Глядя на них, Каромцев думал о том, что вся его наперед заготовленная речь не тронет ни Зверева, ни Ершова, ни Голощекина. Он знал: против них действенна только одна мера, только одна мера может заставить их уступить, сдаться, эта мера — жестокость, и не в словах, а в действиях. И когда председатель коммуны Нестеров объявил, что слово берет уездный продкомиссар, Каромцев уже не думал о них и не видел их.
— Товарищи крестьяне, дорогие земляки, — сказал он. — Губернский съезд Советов постановил выполнить полностью разверстку к десятому января тысяча девятьсот двадцать первого года. Каждый честный крестьянин должен неуклонно исполнить волю трудящихся и вывезти к означенному сроку все излишки на ссыпной пункт.
Кому крестьяне отдавали свой хлеб раньше? И кому отдают его теперь? Раньше крестьяне отдавали хлеб эксплуататорам — генералам, помещикам и капиталистам. Хлеб и себя отдавали в рабство. А теперь они обязаны отдать хлеб красноармейцу, крестьянину центра и голодным детям города в долг, ибо когда будет сыт красноармеец, он укрепит завоевания Октябрьской революции, власть рабочих и крестьян, он штыком вырвет у капиталиста мир, вечный мир трудящихся, который был мечтою рабочих и крестьян…
Без плуга нельзя вспахать землю, без одежды нельзя спастись от холода, без косы, жатки и серпа нельзя убрать поле. Дайте хлеб рабочему, и он вам долг отдаст с избытком.
Кулаки на свадьбах пьют первач, что по нынешним временам карается, и я самолично готов расстрелять самогонщика; кулаки едят жареного поросенка, осетровую уху, но я хочу только правды и потому говорю, что и средний крестьянин, и даже бедняк не обойден хлебушком, как обойден им рабочий. В то время, когда дети голодающего центра умирают от недоедания, рабочие не в силах дотащить ног до фабрик и заводов, а голодные красноармейцы заболевают цингой, в деревнях прячут хлеб в ямы и гонят самогон. Отчего это кулак принаряжен в енотовые шубы и отчего это кулацкие женки понадевали серьги и кольца? Оттого, что кулак сбывает хлеб спекулянту, мешочнику и берет взамен такое роскошное барахло!..
Большое преступление совершает тот, кто не везет хлеб на ссыпной пункт, а гноит в ямах.
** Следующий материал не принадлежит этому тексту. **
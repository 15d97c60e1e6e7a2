//! Stage 5, tyres: the velocity of each contact patch in wheel axes and the
//! tyre forces from the relaxed slips, the wheel loads and the camber. The
//! four wheels are held side by side in arrays (one entry per wheel, FL, FR,
//! RL, RR) so that the force evaluation can be batched.

use super::state::{SLIP_ANGLE, SLIP_RATIO, State, VX, VY, YAW_RATE};
use crate::params::{AxleTyre, Road};

/// Contact-patch kinematics and tyre forces of the four wheels.
#[derive(Debug, Clone, Copy, Default, PartialEq)]
pub struct ContactPatches {
    /// sin of each road-wheel steer angle, 1.
    pub sin_steer: [f64; 4],
    /// cos of each road-wheel steer angle, 1.
    pub cos_steer: [f64; 4],
    /// Longitudinal contact-patch speed in wheel axes Vcx, m/s.
    pub vcx: [f64; 4],
    /// Lateral contact-patch speed in wheel axes Vcy, m/s.
    pub vcy: [f64; 4],
    /// Longitudinal tyre force in wheel axes, N.
    pub fx: [f64; 4],
    /// Lateral tyre force in wheel axes, N.
    pub fy: [f64; 4],
}

/// Contact-patch velocities and tyre forces.
///
/// Contact-patch velocity: body velocity plus r × position, rotated into
/// wheel axes by the steer angle (rigid-body kinematics; Milliken & Milliken,
/// *Race Car Vehicle Dynamics*, ch. 5). Forces from the Magic Formula with
/// the relaxed slips κ′, tan α′ of the state ([`crate::tyre`]); the left
/// wheel's static camber as given, the right wheel's mirrored (tyre axes).
#[inline(always)]
pub fn contact_patches(
    tyres: &[AxleTyre; 2],
    road: &Road,
    positions: &[(f64, f64); 4],
    steer: &[f64; 4],
    fz: &[f64; 4],
    x: &State,
) -> ContactPatches {
    let (vx, vy, r) = (x[VX], x[VY], x[YAW_RATE]);
    let mut p = ContactPatches::default();
    for i in 0..4 {
        let tyre = &tyres[i / 2];
        let (px, py) = positions[i];
        let (sin_d, cos_d) = steer[i].sin_cos();
        // Contact-patch velocity: body velocity plus r × position, rotated into wheel axes.
        let (bx, by) = (vx - r * py, vy + r * px);
        p.sin_steer[i] = sin_d;
        p.cos_steer[i] = cos_d;
        p.vcx[i] = bx * cos_d + by * sin_d;
        p.vcy[i] = -bx * sin_d + by * cos_d;
        // Camber in tyre axes: the left wheel's static camber as given, the right mirrored.
        let gamma = if i % 2 == 0 {
            tyre.camber
        } else {
            -tyre.camber
        };
        let force = tyre.model.combined_tan(
            x[SLIP_RATIO + i],
            x[SLIP_ANGLE + i],
            gamma,
            fz[i],
            road.friction,
            tyre.combined_slip,
        );
        p.fx[i] = force.fx;
        p.fy[i] = force.fy;
    }
    p
}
Помните: голодный ваш сын и брат — красноармеец — уронит винтовку, и врагам будет легче надеть ему петлю на шею, а вам — ярмо рабства.
Отдайте все излишки хлеба голодным рабочим, красноармейцам и малюткам, простирающим к вам свои худенькие ручонки с криком: хлеба, хлеба! Дети вырастут, они будут строить наше будущее — светлую, радостную жизнь. Накормите их!..
Он отошел от трибуны, вытирая платком взмокшее лицо, не утративший пыла и страсти, но уже готовый спокойно и деловито отвечать, если спросят, готовый пресечь каверзные наскоки тех, кого он задел.
Нестеров спросил:
— Какие есть вопросы к докладчику?
И тут же послышались голоса:
— Обтрепались шибко, товарищ комиссар. Хоть бы аршин ситцу послали из городу.
— Мыла не имеем, сахару нет…
— Будут, — сказал Каромцев. Ему приятно было говорить это. — Будут и спички, и мыло, сахар, гвозди, мануфактура — все получите. На это и приказ имеется: волости и станицы, выполнившие разверстку на шестьдесят процентов, получат все необходимые предметы и продукты.